Пан Рох таращил глаза и молчал.
– Что говорить, пан Рох, свалял ты дурака! – обратился к нему Оскерко. – А что ты толкуешь, будто мы ему помогли, так это глупости: первое – мы спали так же, как и ты, второе – чем другому помогать, каждый бы сам бежал. Ну и свалял же ты дурака! Никто тут не виноват, один ты! Да я бы первый приказал тебя расстрелять! Где это видано, чтобы офицер спал, как сурок, а узник сбежал в его шлеме и епанче, мало того – на его же лошади! Неслыханное дело! От сотворения мира такого еще не бывало!
– Старый лис молодого обошел! – сказал Мирский.
– Господи Иисусе! Да у меня и сабли нет! – крикнул Ковальский.
– А разве сабля ему не пригодится? – улыбнулся Станкевич. – Правильно говорит пан Оскерко: свалял ты дурака, кавалер! Пистолеты у тебя тоже, наверно, были в кобуре?

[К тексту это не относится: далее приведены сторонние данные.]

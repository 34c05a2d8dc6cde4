/**
 * The CSV import runs in a worker thread: the signed-off boundary is read when the request
 * arrives, and the rows are written later, on the worker's own connection. A sign-off
 * approved in between must not let the file write tests into the period the supervisor has
 * just signed. Real migrated SQLite file with the demo company; the worker's function is
 * called directly, with the boundary as the request saw it (nothing signed).
 */
import { randomUUID } from 'node:crypto'
import { eq } from 'drizzle-orm'
import { describe, expect, it } from 'vitest'
import { readings, signOffs } from '../../../../server/db/schema'
import { lockedUntil } from '../../../../server/domain/sign-off/lock'
import { readingImport } from '../../../../server/workers/reading-import'
import { seededDatabase } from '../../../support/seeded-database'

const { db, dbPath, demo, now } = await seededDatabase('import-lock')

const hoursAgo = (h: number) => new Date(now.getTime() - h * 3_600_000).toISOString()
const csv = ['taken_at,ammonia,nitrite,nitrate', `${hoursAgo(30)},0,0,5`, `${hoursAgo(6)},0,0,5`].join('\n')
const countOn = (tankId: string) => db.select().from(readings).where(eq(readings.tankId, tankId)).all().length

function task(tankId: string, lockedMs: number | null) {
  return {
    dbPath,
    tankId,
    actor: { id: demo.users.aquarist, organisationId: demo.organisationId },
    input: { mapping: {}, temperatureUnit: 'C' as const, salinityMode: 'practical' as const, dryRun: false },
    file: { text: csv },
    kit: { ammonia: 'N', nitrite: 'N', nitrate: 'N' } as never,
    lockedMs,
    nowMs: now.getTime(),
  }
}

describe('CSV import in the worker and the signed record', () => {
  it('writes nothing when a sign-off was approved after the request read the boundary', () => {
    const tankId = demo.tanks.nano
    const before = countOn(tankId)
    db.insert(signOffs).values({
      id: randomUUID(), organisationId: demo.organisationId, tankId, requestedBy: demo.users.aquarist, requestedAt: hoursAgo(3),
      status: 'approved', decidedBy: demo.users.supervisor, decidedAt: hoursAgo(1),
    }).run()
    const result = readingImport(task(tankId, null))
    expect(result.kind).toBe('lock-moved')
    expect(countOn(tankId)).toBe(before)
  })

  it('writes the file when the boundary is still the one the request saw', () => {
    const tankId = demo.tanks.nano
    const locked = lockedUntil(db, tankId)!
    const before = countOn(tankId)
    const later = { ...task(tankId, Date.parse(locked)), file: { text: ['taken_at,ammonia,nitrite,nitrate', `${now.toISOString()},0,0,5`].join('\n') } }
    const result = readingImport(later)
    expect(result.kind).toBe('done')
    expect(countOn(tankId)).toBe(before + 1)
  })
})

– Были! – в беспамятстве сказал Ковальский. И вдруг схватился руками за голову. – И письмо князя биржанскому коменданту! Что я, несчастный, буду теперь делать? Пропал я навеки! Пулю мне в лоб!
– Этого тебе не миновать! – строго сказал Мирский. – Как же ты теперь повезешь нас в Биржи? Что будет, ежели ты скажешь, что привез нас как узников, а мы, старшие по чину, скажем, что это тебя надо бросить в подземелье? Как тебе сдается, кому они поверят? Неужто ты думаешь, что шведский комендант задержит нас только на том основании, что пан Ковальский попросит его об этом? Скорее он нам поверит и запрет тебя в подземелье!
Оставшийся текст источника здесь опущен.